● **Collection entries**
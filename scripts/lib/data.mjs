import { root } from "./paths.mjs";
import { run } from "./programs.mjs";

/**
 * Brings a database's tables up to date.
 *
 * @param {NodeJS.ProcessEnv} env with DATABASE_URL
 * @param {"built" | "source"} from
 */
export async function migrate(env, from) {
  const args = from === "built" ? ["dist/server/db/migrate.js"] : ["--import", "tsx", "api/db/migrate.ts"];
  await run(process.execPath, args, {
    cwd: root,
    env,
    failure: "The database's tables could not be brought up to date. The migration said last:",
  });
}

/**
 * Loads the catalog and, in demo mode, the demo story. Run twice, it changes nothing.
 *
 * @param {NodeJS.ProcessEnv} env with DATABASE_URL
 */
export async function seed(env) {
  await run(process.execPath, ["--import", "tsx", "seeds/load.ts"], {
    cwd: root,
    env,
    failure: "The catalog and the demo story could not be loaded. The loader said last:",
  });
}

● **Task to carry out**
Please copy every line of the records above in which "from" appears.

● **Problem solution**
import { root } from "./paths.mjs";
import { run } from "./programs.mjs";
 * @param {"built" | "source"} from
export async function migrate(env, from) {
  const args = from === "built" ? ["dist/server/db/migrate.js"] : ["--import", "tsx", "api/db/migrate.ts"];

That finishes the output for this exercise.